[Collected data]
+++

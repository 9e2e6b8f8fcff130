// Escaping round trip: user strings (project, coil and circuit names) that hold quotes, commas,
// newlines, backslashes and markup go through a real `design` run and come back unchanged from
// every file it writes. Each format is checked against its own rules:
//   design-NN.toml  the TOML 1.0 spec (basic strings: \" \\ \n \t \uXXXX escapes), read back by
//                   our config reader;
//   designs.csv     RFC 4180 (fields with a comma, quote or line break in double quotes, a quote
//                   doubled), read by a small parser of that grammar below and by Python's csv
//                   module (/usr/bin/python3);
//   report.html     the HTML standard: in text and attribute values, & < > " ' as character
//                   references, so no name can open a tag;
//   summary.json    RFC 8259, read by nlohmann::json.
#include <catch2/catch.hpp>

#include <algorithm>
#include <cstdio>
#include <cstdlib>
#include <filesystem>
#include <fstream>
#include <sstream>
#include <string>
#include <vector>

#include <sys/wait.h>
#include <unistd.h>

#include <nlohmann/json.hpp>

#include "coilwright/config.hpp"
#include "coilwright/report.hpp"
#include "coilwright/results.hpp"

namespace {
namespace fs = std::filesystem;

// The names, as the strings the config's TOML escapes stand for.
const std::string kProject = "rig \"A\", <script>alert(1)</script>\nsecond line";
const std::string kCircuit = "main, \"hot\" <script>alert(1)</script>";
const std::string kCoil = "pair\n\"outer\", <script>alert(1)</script> \\ end";

// TOML basic-string escapes for the config we write (TOML 1.0, "String").
std::string toml_basic(const std::string& s) {
  std::string out = "\"";
  for (char c : s) {
    if (c == '"') out += "\\\"";
    else if (c == '\\') out += "\\\\";
    else if (c == '\n') out += "\\n";
    else out += c;
  }
  return out + "\"";
}

std::string config_text() {
  return "[project]\nname = " + toml_basic(kProject) +
         "\n"
         "[[circuit]]\nname = " + toml_basic(kCircuit) +
         "\ncurrent = { min = \"-5 A\", max = \"5 A\" }\n"
         "[[coil]]\nname = " + toml_basic(kCoil) +
         "\nshape = \"loop\"\ncircuit = " + toml_basic(kCircuit) +
         "\n"
         "centre = [\"0 m\", \"0 m\", \"0 m\"]\naxis = [0, 0, 1]\nturns = 10\nradius = \"100 mm\"\n"
         "separation = { start = \"100 mm\", min = \"80 mm\", max = \"120 mm\" }\n"
         "[target]\nregion = \"sphere\"\ncentre = [\"0 m\", \"0 m\", \"0 m\"]\nradius = \"10 mm\"\ngoal = \"uniform\"\n"
         "field = [\"0 T\", \"0 T\", \"100 uT\"]\ntolerance = \"1 %\"\n"
         "[search]\nseed = 1\nstarts = 2\nmax_evaluations = 40\ndesigns = 2\n";
}

std::string read_text(const fs::path& p) {
  std::ifstream in(p, std::ios::binary);
  std::ostringstream s;
  s << in.rdbuf();
  return s.str();
}

// RFC 4180 section 2: records of fields separated by commas and ended by CRLF (we also take a
// bare LF); a field in double quotes may hold commas, CR, LF, and "" for one quote.
std::vector<std::vector<std::string>> parse_rfc4180(const std::string& text) {
  std::vector<std::vector<std::string>> rows(1);
  std::string field;
  bool quoted = false, was_quoted = false;
  for (std::size_t i = 0; i < text.size(); ++i) {
    const char c = text[i];
    if (quoted) {
      if (c == '"' && i + 1 < text.size() && text[i + 1] == '"') {
        field += '"';
        ++i;
      } else if (c == '"') {
        quoted = false;
      } else {
        field += c;
      }
    } else if (c == '"') {
      REQUIRE(field.empty());  // a quote may only open a field
      quoted = was_quoted = true;
    } else if (c == ',') {
      rows.back().push_back(field);
      field.clear();
      was_quoted = false;
    } else if (c == '\n' || (c == '\r' && i + 1 < text.size() && text[i + 1] == '\n')) {
      if (c == '\r') ++i;
      rows.back().push_back(field);
      field.clear();
      was_quoted = false;
      rows.emplace_back();
    } else {
      REQUIRE(!was_quoted);  // nothing may follow the closing quote but a separator
      field += c;
    }
  }
  REQUIRE(!quoted);
  if (!field.empty() || !rows.back().empty()) rows.back().push_back(field);
  if (rows.back().empty()) rows.pop_back();
  return rows;
}

}  // namespace

TEST_CASE("escaping: names with quotes, commas, newlines and markup survive every output", "[escaping][cli]") {
  const fs::path dir = fs::temp_directory_path() / ("coilwright-escaping-" + std::to_string(getpid()));
  fs::remove_all(dir);
  fs::create_directories(dir);
  const fs::path config = dir / "names.toml";
  std::ofstream(config, std::ios::binary) << config_text();
  const fs::path out = dir / "out";
  const std::string cmd = std::string("\"") + COILWRIGHT_BINARY + "\" -q design \"" + config.string() + "\" --out \"" +
                          out.string() + "\" > \"" + (dir / "stdout.txt").string() + "\" 2>&1";
  const int status = std::system(cmd.c_str());
  INFO(read_text(dir / "stdout.txt"));
  REQUIRE(WIFEXITED(status));
  REQUIRE(WEXITSTATUS(status) == 0);

  // The config reader itself takes the escapes as the TOML spec says.
  const coilwright::Model original = coilwright::load_model(config);
  REQUIRE(original.project.name == kProject);
  REQUIRE(original.coils.at(0).name == kCoil);
  REQUIRE(original.circuits.at(0).name == kCircuit);

  {  // design-NN.toml reads back with the same names
    int files = 0;
    for (int rank = 1; fs::exists(out / coilwright::design_file_name(static_cast<std::size_t>(rank))); ++rank) {
      INFO(coilwright::design_file_name(static_cast<std::size_t>(rank)));
      const coilwright::Model m = coilwright::load_model(out / coilwright::design_file_name(static_cast<std::size_t>(rank)));
      CHECK(m.project.name == kProject);
      REQUIRE(m.coils.size() == 1);
      CHECK(m.coils[0].name == kCoil);
      CHECK(m.coils[0].circuit == kCircuit);
      REQUIRE(m.circuits.size() == 1);
      CHECK(m.circuits[0].name == kCircuit);
      ++files;
    }
    CHECK(files >= 1);
  }

  {  // designs.csv parses by RFC 4180 with the names in its header
    const auto rows = parse_rfc4180(read_text(out / "designs.csv"));
    REQUIRE(rows.size() >= 2);
    const auto& header = rows[0];
    for (const auto& r : rows) CHECK(r.size() == header.size());
    CHECK(std::find(header.begin(), header.end(), kCircuit + ".current") != header.end());
    const auto label = std::find_if(header.begin(), header.end(), [](const std::string& h) { return h.rfind(kCoil, 0) == 0; });
    CHECK(label != header.end());
  }

  {  // designs.csv parses with Python's csv module
    // The script prints the header cells as JSON, so the comparison is exact.
    const fs::path script = dir / "read.py";
    std::ofstream(script) << "import csv, json, sys\n"
                             "with open(sys.argv[1], newline='') as f:\n"
                             "    rows = list(csv.reader(f, strict=True))\n"
                             "assert len({len(r) for r in rows}) == 1, 'ragged rows'\n"
                             "print(json.dumps(rows[0]))\n";
    const std::string py = "/usr/bin/python3 \"" + script.string() + "\" \"" + (out / "designs.csv").string() + "\" > \"" +
                           (dir / "header.json").string() + "\"";
    const int rc = std::system(py.c_str());
    REQUIRE(WIFEXITED(rc));
    REQUIRE(WEXITSTATUS(rc) == 0);
    const auto header = nlohmann::json::parse(read_text(dir / "header.json")).get<std::vector<std::string>>();
    CHECK(std::find(header.begin(), header.end(), kCircuit + ".current") != header.end());
  }

  {  // report.html holds the names as text, never as markup
    const std::string page = read_text(out / "report.html");
    REQUIRE(!page.empty());
    CHECK(page.find("<script>alert(1)</script>") == std::string::npos);
    CHECK(page.find("<script") == std::string::npos);  // the page itself needs no script
    CHECK(page.find(coilwright::html_escape(kProject)) != std::string::npos);
    CHECK(page.find("&lt;script&gt;alert(1)&lt;/script&gt;") != std::string::npos);
    CHECK(page.find(coilwright::html_escape(kCircuit)) != std::string::npos);
  }

  {  // summary.json holds the names exactly
    const auto j = nlohmann::json::parse(read_text(out / "summary.json"));
    CHECK(j.at("project").get<std::string>() == kProject);
    const auto& d = j.at("designs").at(0);
    CHECK(d.at("currents").contains(kCircuit));
    bool found = false;
    for (const auto& [key, value] : d.at("parameters").items()) found = found || key.rfind(kCoil, 0) == 0;
    CHECK(found);
  }
  fs::remove_all(dir);
}
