// The response matrix and its cache.
// Rule: a column is the coil's field per ampere, the same as add_coil_field gives (the loop's
// own path differs from the general one only in rounding), and a cache updated after any
// sequence of moves equals a matrix built afresh for the final geometry.
#include <catch2/catch.hpp>

#include <cmath>
#include <random>

#include "coilwright/field.hpp"
#include "coilwright/model.hpp"
#include "coilwright/response.hpp"

using namespace coilwright;

namespace {

Coil loop(const std::string& name, const std::string& circuit, double R, double turns) {
  Coil c;
  c.name = name;
  c.circuit = circuit;
  c.shape = Shape::loop;
  c.radius_m = R;
  c.turns = turns;
  return c;
}

// Points around a coil of radius ~0.5 m: on the axis, near the plane, far away; more than one
// chunk of the parallel loop and a ragged last chunk.
PointSet scattered_points(std::size_t n) {
  std::mt19937_64 rng(7);
  std::uniform_real_distribution<double> u(-0.8, 0.8);
  PointSet p;
  p.push_back(Vec3(0.0, 0.0, 0.0));
  p.push_back(Vec3(0.0, 0.0, 0.3));
  p.push_back(Vec3(3.0, -2.0, 7.0));
  while (p.size() < n) p.push_back(Vec3(u(rng), u(rng), u(rng)));
  return p;
}

FieldSet reference(const Coil& c, const PointSet& pts) {
  FieldSet f(pts.size());
  add_coil_field(c, 1.0, view(pts), view(f));
  return f;
}

}  // namespace

TEST_CASE("a loop's response column equals add_coil_field for single and paired windings on any axis", "[response]") {
  const PointSet pts = scattered_points(700);
  Coil single = loop("a", "c", 0.45, 7.0);
  Coil pair = loop("b", "c", 0.37, 3.0);
  pair.separation_m = 0.41;
  Coil opposed = pair;
  opposed.opposed = true;
  Coil tilted = pair;
  tilted.axis = Vec3(0.3, -0.5, 0.8).normalized();
  tilted.centre_m = Vec3(0.05, -0.02, 0.11);
  for (const Coil& c : {single, pair, opposed, tilted}) {
    const Eigen::VectorXd col = coil_response(c, pts);
    const FieldSet want = reference(c, pts);
    const std::size_t n = pts.size();
    REQUIRE(col.size() == static_cast<Eigen::Index>(3 * n));
    for (std::size_t i = 0; i < n; ++i) {
      const Vec3 got(col[static_cast<Eigen::Index>(i)], col[static_cast<Eigen::Index>(n + i)],
                     col[static_cast<Eigen::Index>(2 * n + i)]);
      // The two paths round differently: 1e-13 of |B| (both are ~1e-15 from the exact field,
      // except near the wire, where the inputs fix B only to ~eps a/distance).
      CHECK((got - want[i]).norm() <= 1e-13 * want[i].norm() + 1e-30);
    }
  }
}

TEST_CASE("the cache after moves equals a fresh matrix and sums circuits of several coils", "[response]") {
  Model m;
  m.circuits.resize(2);
  m.circuits[0].name = "one";
  m.circuits[1].name = "two";
  m.coils = {loop("a", "one", 0.5, 10.0), loop("b", "two", 0.38, 10.0), loop("c", "two", 0.6, 4.0)};
  m.coils[1].separation_m = 0.5;
  const PointSet pts = scattered_points(300);
  ResponseCache cache(pts);
  (void)cache.update(m);
  // Move the pair, then the single coil of circuit one, then put a coil on the other circuit.
  m.coils[1].separation_m = 0.62;
  (void)cache.update(m);
  m.coils[0].radius_m = 0.52;
  (void)cache.update(m);
  m.coils[2].circuit = "one";
  const ResponseMatrix got = cache.update(m);
  ResponseCache fresh(pts);
  const ResponseMatrix want = fresh.update(m);
  REQUIRE(got.rows() == want.rows());
  REQUIRE(got.cols() == want.cols());
  CHECK((got - want).norm() == 0.0);  // the same sums in the same order
  const Eigen::VectorXd sum = coil_response(m.coils[0], pts) + coil_response(m.coils[2], pts);
  CHECK((got.col(0) - sum).norm() <= 1e-15 * sum.norm());
  CHECK((got.col(1) - coil_response(m.coils[1], pts)).norm() == 0.0);
}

+++

**Your goal**. The lines from the top of the data above down to the line containing "quotes, a quote" are to be copied exactly; no other line should appear.

**Solution for this task**.
repository 9e2e6b8f8fcff130
// Escaping round trip: user strings (project, coil and circuit names) that hold quotes, commas,
// newlines, backslashes and markup go through a real `design` run and come back unchanged from
// every file it writes. Each format is checked against its own rules:
//   design-NN.toml  the TOML 1.0 spec (basic strings: \" \\ \n \t \uXXXX escapes), read back by
//                   our config reader;
//   designs.csv     RFC 4180 (fields with a comma, quote or line break in double quotes, a quote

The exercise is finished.